### Task objective
Copy exactly the lines of the data below that run from the line holding "const stopsSheet = this.stops?.read.sheet;" through the line holding "if (this.sampledFor === read) return;", both ends included.

### Material supplied
-=-=-

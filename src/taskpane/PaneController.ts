/**
 * The task pane's behaviour, top to bottom: pick stops and fleet, settings, cooling preview,
 * optimize in the worker, show and write the result, rerun from a plan sheet. Works the same
 * over Excel and over a file (see `PaneSource`); every handler goes through one guard.
 */
import type { Issue } from "../core/model.js";
import type { Progress } from "../core/options.js";
import type { SolveResult } from "../core/solve.js";
import { profile } from "../core/anneal/profile.js";
import { describeProfile } from "../core/anneal/describeProfile.js";
import { CAUTION_TEXT } from "../sheets/caution.js";
import { parseRunRecord } from "../sheets/settingsSchema.js";
import { readProblem } from "../sheets/readProblem.js";
import type { ReadResult } from "../sheets/ReadResult.js";
import { scenarioSettingsKey } from "../sheets/scenarioSettingsKey.js";
import { sourceOf, writeScenarioResult } from "../workbook/scenario.js";
import { ConvergencePlot } from "./ConvergencePlot.js";
import { CoolingPlot } from "./CoolingPlot.js";
import { formatDuration } from "./formatClock.js";
import { createGuard } from "./guardHandler.js";
import type { PaneSource, PickedTable } from "./PaneSource.js";
import { paneDom, readForm, writeForm, type PaneDom } from "./paneDom.js";
import { renderResult } from "./renderResult.js";
import { renderTableSummary } from "./renderTableSummary.js";
import { RouteMap } from "./RouteMap.js";
import { formFromSettings, settingsFromForm } from "./settingsFromForm.js";
import { SolverClient, WorkerError } from "./SolverClient.js";

/** Moves per second assumed for the preview of a seconds budget until a run has measured it. */
const ASSUMED_MOVES_PER_SECOND = 100_000;

/** The pane. Call `init` once. */
export class PaneController {
  protected readonly dom: PaneDom = paneDom();
  protected readonly guard = createGuard((m) => this.showError(m));
  private readonly solver = new SolverClient();
  private readonly coolingPlot = new CoolingPlot(this.dom.coolingPlot);
  private readonly convergence = new ConvergencePlot(this.dom.convergencePlot);
  private readonly map = new RouteMap(this.dom.map, this.dom.mapTooltip, this.dom.legend);
  protected stops: PickedTable | undefined;
  protected fleet: PickedTable | undefined;
  private read: ReadResult | undefined;
  private meanUphill: number | undefined;
  private uphill: readonly number[] = [];
  private sampledFor: ReadResult | undefined;
  private movesPerSecond = ASSUMED_MOVES_PER_SECOND;
  private last:
    { read: ReadResult & { ok: true }; result: SolveResult; scenario: string; runSeconds: number; written?: string } | undefined;
  private readToken = 0;

  /** @param source - where the tables live (Excel or a file) */
  constructor(protected source: PaneSource) {}

  /** Wire the handlers and show the initial state. */
  init(): void {
    const d = this.dom;
    document.body.dataset.mode = this.source.mode;
    d.modeBadge.dataset.mode = this.source.mode;
    d.modeBadge.textContent = this.source.mode === "excel" ? "in Excel" : "standalone · files";
    d.caution.textContent = CAUTION_TEXT;
    d.errorClose.addEventListener("click", () => (d.error.hidden = true));
    const onSettings = this.guard("Reading the settings", () => this.settingsChanged());
    for (const input of d.formInputs) input.addEventListener("change", onSettings);
    for (const input of d.formInputs) if (input instanceof HTMLInputElement) input.addEventListener("input", onSettings);
    d.optimize.addEventListener(
      "click",
      this.guard("Optimize", () => this.optimize()),
    );
    d.stop.addEventListener(
      "click",
      this.guard("Stop", () => this.solver.stop()),
    );
    d.write.addEventListener(
      "click",
      this.guard("Write to workbook", () => this.write()),
    );
    d.rerun.addEventListener(
      "click",
      this.guard("Rerun", () => this.rerun()),
    );
    if (this.source.pickSelection) {
      const pick = this.source.pickSelection.bind(this.source);
      d.stopsUseSelection.addEventListener(
        "click",
        this.guard("Use selection (stops)", async () => {
          this.stops = await pick("stops");
          await this.refreshRead();
        }),
      );
      d.fleetUseSelection.addEventListener(
        "click",
        this.guard("Use selection (fleet)", async () => {
          this.fleet = await pick("fleet");
          await this.refreshRead();
        }),
      );
    }
    this.updateFormVisibility();
    this.drawPreview();
  }

  /** Replace the workbook (standalone: a newly opened file). */
  protected async setSource(source: PaneSource): Promise<void> {
    this.source = source;
    this.stops = undefined;
    this.fleet = undefined;
    this.read = undefined;
    this.last = undefined;
    this.dom.result.hidden = true;
    await this.suggestScenarioName();
  }

  /** Read both tables with the current settings, show what was recognised, sample for the preview. */
  protected async refreshRead(): Promise<void> {
    const token = ++this.readToken;
    const d = this.dom;
    const form = settingsFromForm(readForm(d));
    if (!this.stops || !this.fleet) {
      this.read = undefined;
      this.renderTables([], [], []);
      this.setOptimizeEnabled();
      return;
    }
    const read = readProblem({ stops: this.stops.read, fleet: this.fleet.read }, form.settings);
    if (token !== this.readToken) return;
    this.read = read;
    const issues = read.ok ? read.warnings.map((w) => ({ ...w, warning: true })) : read.issues;
    this.renderTables(read.stopColumns, read.fleetColumns, issues);
    this.setOptimizeEnabled();
    if (read.ok) await this.sample(read);
  }

  private renderTables(
    stopColumns: ReadResult["stopColumns"],
    fleetColumns: ReadResult["fleetColumns"],
    issues: readonly (Issue & { warning?: boolean })[],
  ): void {
    const d = this.dom;
    const onCell = this.source.selectCell
      ? this.guard("Select cell", (sheet: string, cell: string) => this.source.selectCell?.(sheet, cell))
      : undefined;
    const stopsSheet = this.stops?.read.sheet;
    const fleetSheet = this.fleet?.read.sheet;
    const forFleet = issues.filter((i) => i.sheet === fleetSheet && i.sheet !== stopsSheet);
    const forStops = issues.filter((i) => !forFleet.includes(i));
    const rows = (t: PickedTable | undefined) => t && { address: t.address, rows: Math.max(0, t.read.values.length - 1) };
    renderTableSummary(d.stopsSummary, d.stopsIssues, rows(this.stops), stopColumns, forStops, onCell);
    renderTableSummary(d.fleetSummary, d.fleetIssues, rows(this.fleet), fleetColumns, forFleet, onCell);
  }

  private async sample(read: ReadResult & { ok: true }): Promise<void> {
    if (this.sampledFor === read) return;
    this.dom.coolingReading.textContent = "Sampling cost changes…";
    try {
      const { meanUphill, uphill } = await this.solver.sample(read.problem, read.settings.seed);
      if (this.read !== read) return;
      this.sampledFor = read;
      this.meanUphill = meanUphill;
      this.uphill = uphill;
    } catch (err) {
      if (!(err instanceof WorkerError)) throw err;
      this.meanUphill = undefined;
      this.dom.coolingReading.textContent = `Could not sample: ${err.message}`;
      return;
    }
    this.drawPreview();
  }

  private settingsChanged(): void {
    this.updateFormVisibility();
    this.drawPreview();
    // Detour, speed, service minutes and windows change the problem itself.
    void this.refreshRead().catch((err: unknown) => this.showError(`Reading the tables failed: ${String(err)}`));
  }

  private updateFormVisibility(): void {
    const form = readForm(this.dom);
    if (form.windows === "soft") document.body.dataset.soft = "";
    else delete document.body.dataset.soft;
    for (const el of this.dom.scheduleParams) el.hidden = el.dataset.for !== form.schedule;
    for (const el of this.dom.temperatureParams) el.hidden = el.dataset.temps !== form.temperatures;
  }

  /** Redraw the cooling preview from the form and the sampled mean uphill change. */
  private drawPreview(): void {
    const d = this.dom;
    const form = settingsFromForm(readForm(d));
    const coolingIssues = form.issues.filter((i) => !["Scenario", "Detour factor", "Speed", "Service time", "Seed"].includes(i.cell));
    if (coolingIssues.length > 0) {
      d.coolingReading.textContent = coolingIssues.map((i) => i.message).join(" ");
      d.coolingReading.classList.remove("ok");
      return;
    }
    if (this.meanUphill === undefined || !(this.meanUphill > 0)) return;
    const s = form.settings;
    const budgetMoves = Math.max(1, Math.round(s.moves ?? s.seconds * this.movesPerSecond));
    try {
      const points = profile(s.cooling, s.rule, this.meanUphill, budgetMoves, { p0: s.p0, pEnd: s.pEnd, points: 101, uphill: this.uphill });
      this.coolingPlot.show(points);
      const assumed = s.moves === undefined ? ` (about ${formatCount(budgetMoves)} moves in ${s.seconds} s)` : "";
      d.coolingReading.textContent = `${describeProfile(points, s.rule)}${assumed}`;
      d.coolingReading.classList.add("ok");
      d.coolingReading.dataset.meanUphill = String(this.meanUphill);
    } catch (err) {
      // A parameter outside its range (RangeError from the cooling math) is the user's to fix.
      d.coolingReading.textContent = err instanceof Error ? err.message : String(err);
      d.coolingReading.classList.remove("ok");
    }
  }

  private setOptimizeEnabled(): void {
    this.dom.optimize.disabled = this.solver.running || !this.read?.ok;
    this.dom.stop.disabled = !this.solver.running;
  }

  private async optimize(): Promise<void> {
    const d = this.dom;
    d.error.hidden = true;
    const form = settingsFromForm(readForm(d));
    if (form.issues.length > 0) return this.showError(form.issues.map((i) => i.message).join(" "));
    await this.refreshRead();
    const read = this.read;
    if (!read?.ok) return this.showError("Fix the errors listed under Stops and Fleet first.");
    const s = read.settings;
    const scenario = form.scenario;
    this.convergence.reset();
    d.progressBar.style.width = "0%";
    d.optimizeSection.dataset.state = "running";
    const budget = s.moves !== undefined ? { moves: s.moves } : { seconds: s.seconds };
    let lastDraw = -Infinity;
    this.solver.start(
      read.problem,
      { seed: s.seed, budget, rule: s.rule, cooling: s.cooling, p0: s.p0, pEnd: s.pEnd },
      {
        onProgress: (p) => {
          // The worker already paces itself; this keeps a busy page at one redraw per 200 ms too.
          if (p.elapsedMs - lastDraw < 200 && p.fraction < 1) return;
          lastDraw = p.elapsedMs;
          this.showProgress(p, s.moves === undefined ? s.seconds : undefined);
        },
        onResult: (result, stopped) => {
          d.optimizeSection.dataset.state = stopped ? "stopped" : "done";
          d.progressBar.style.width = "100%";
          if (result.stats.elapsedMs > 500) this.movesPerSecond = result.stats.moves / (result.stats.elapsedMs / 1000);
          this.last = { read, result, scenario, runSeconds: result.stats.elapsedMs / 1000 };
          this.setOptimizeEnabled();
          this.showResult(stopped);
        },
        onError: (message, issues) => {
          d.optimizeSection.dataset.state = "error";
          this.setOptimizeEnabled();
          this.showError([message, ...issues.map((i) => `${i.sheet}${i.cell ? "!" + i.cell : ""}: ${i.message}`)].join(" "));
        },
      },
    );
    this.setOptimizeEnabled();
  }

  private showProgress(p: Progress, seconds: number | undefined): void {
    const d = this.dom;
    d.progressBar.style.width = `${Math.round(p.fraction * 100)}%`;
    d.progressBar.parentElement?.setAttribute("aria-valuenow", String(Math.round(p.fraction * 100)));
    d.statElapsed.textContent = formatDuration(p.elapsedMs / 1000);
    const remaining =
      seconds !== undefined ? seconds - p.elapsedMs / 1000 : p.fraction > 0 ? (p.elapsedMs / 1000) * (1 / p.fraction - 1) : NaN;
    d.statRemaining.textContent = formatDuration(Math.max(0, remaining));
    d.statCurrent.textContent = formatCost(p.currentCost);
    d.statBest.textContent = Number.isFinite(p.bestCost) ? formatCost(p.bestCost) : "none feasible yet";
    d.statAccept.textContent = `${(p.acceptanceRate * 100).toFixed(1)}%`;
    d.statTemp.textContent = p.temperature.toPrecision(3);
    this.convergence.add(p);
  }

  private showResult(stopped: boolean): void {
    const last = this.last;
    if (!last) return;
    const d = this.dom;
    d.result.hidden = false;
    d.writeStatus.textContent = "";
    d.download.hidden = true;
    renderResult(d, last.read.problem, last.result, stopped);
    this.map.draw(last.read.problem, last.result.plan);
  }

  /** Write the last result as a new scenario sheet plus its Compare row; the file page then offers the download. */
  protected async write(): Promise<{ sheetName: string } | undefined> {
    const last = this.last;
    if (!last || !this.stops || !this.fleet) return undefined;
    if (last.written) {
      this.dom.writeStatus.textContent = `Already written to sheet "${last.written}". Optimize again for a new plan.`;
      return undefined;
    }
    this.dom.write.disabled = true;
    try {
      const out = await writeScenarioResult(this.source.port, {
        read: last.read,
        result: last.result,
        scenario: last.scenario,
        createdAt: new Date(),
        runSeconds: last.runSeconds,
        stopsSource: this.stops.address,
        fleetSource: this.fleet.address,
      });
      last.written = out.sheetName;
      this.dom.writeStatus.textContent = `Written to sheet "${out.sheetName}" and a row on the Compare sheet.`;
      await this.suggestScenarioName();
      return out;
    } finally {
      this.dom.write.disabled = false;
    }
  }

  /** The sheet whose stored settings "Rerun" loads; Excel: the active sheet. */
  protected async rerunSheet(): Promise<string | undefined> {
    return this.source.activeSheetName?.();
  }

  private async rerun(): Promise<void> {
    const d = this.dom;
    const sheet = await this.rerunSheet();
    if (!sheet) return void (d.rerunStatus.textContent = "Choose a plan sheet first.");
    const stored = (await this.source.port.readSettings())[scenarioSettingsKey(sheet)];
    if (!stored) {
      d.rerunStatus.textContent = `"${sheet}" is not a plan sheet made by Kiln (no stored settings). Go to a plan sheet and try again.`;
      return;
    }
    const loaded = parseRunRecord(stored);
    if (!loaded.ok) {
      d.rerunStatus.textContent = `The settings stored for "${sheet}" cannot be read (${loaded.message}); optimize with the pane's settings instead.`;
      return;
    }
    const record = loaded.record;
    writeForm(d, formFromSettings(record.settings, record.scenario, readForm(d)));
    d.rerunStatus.textContent = `Loaded the settings of "${sheet}" (tables were ${record.stopsSource} and ${record.fleetSource}). Optimize writes a new sheet.`;
    this.settingsChanged();
  }

  /** Put "Plan N" (the first free N) in the scenario field unless the user typed their own name. */
  protected async suggestScenarioName(): Promise<void> {
    const input = this.dom.scenario;
    if (!/^Plan \d+$/.test(input.value.trim()) && input.value.trim() !== "") return;
    const names = new Set((await this.source.port.listSheets()).map((n) => n.toLowerCase()));
    let n = 1;
    while (names.has(`plan ${n}`)) n++;
    input.value = `Plan ${n}`;
  }

  protected showError(message: string): void {
    this.dom.errorText.textContent = message;
    this.dom.error.hidden = false;
  }

  /** For subclasses: the current table picks' addresses, after a new read. */
  protected picked(read: PickedTable["read"]): PickedTable {
    return { read, address: sourceOf(read) };
  }
}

-=-=-

### Response box
    const stopsSheet = this.stops?.read.sheet;
    const fleetSheet = this.fleet?.read.sheet;
    const forFleet = issues.filter((i) => i.sheet === fleetSheet && i.sheet !== stopsSheet);
    const forStops = issues.filter((i) => !forFleet.includes(i));
    const rows = (t: PickedTable | undefined) => t && { address: t.address, rows: Math.max(0, t.read.values.length - 1) };
    renderTableSummary(d.stopsSummary, d.stopsIssues, rows(this.stops), stopColumns, forStops, onCell);
    renderTableSummary(d.fleetSummary, d.fleetIssues, rows(this.fleet), fleetColumns, forFleet, onCell);
  }

  private async sample(read: ReadResult & { ok: true }): Promise<void> {
    if (this.sampledFor === read) return;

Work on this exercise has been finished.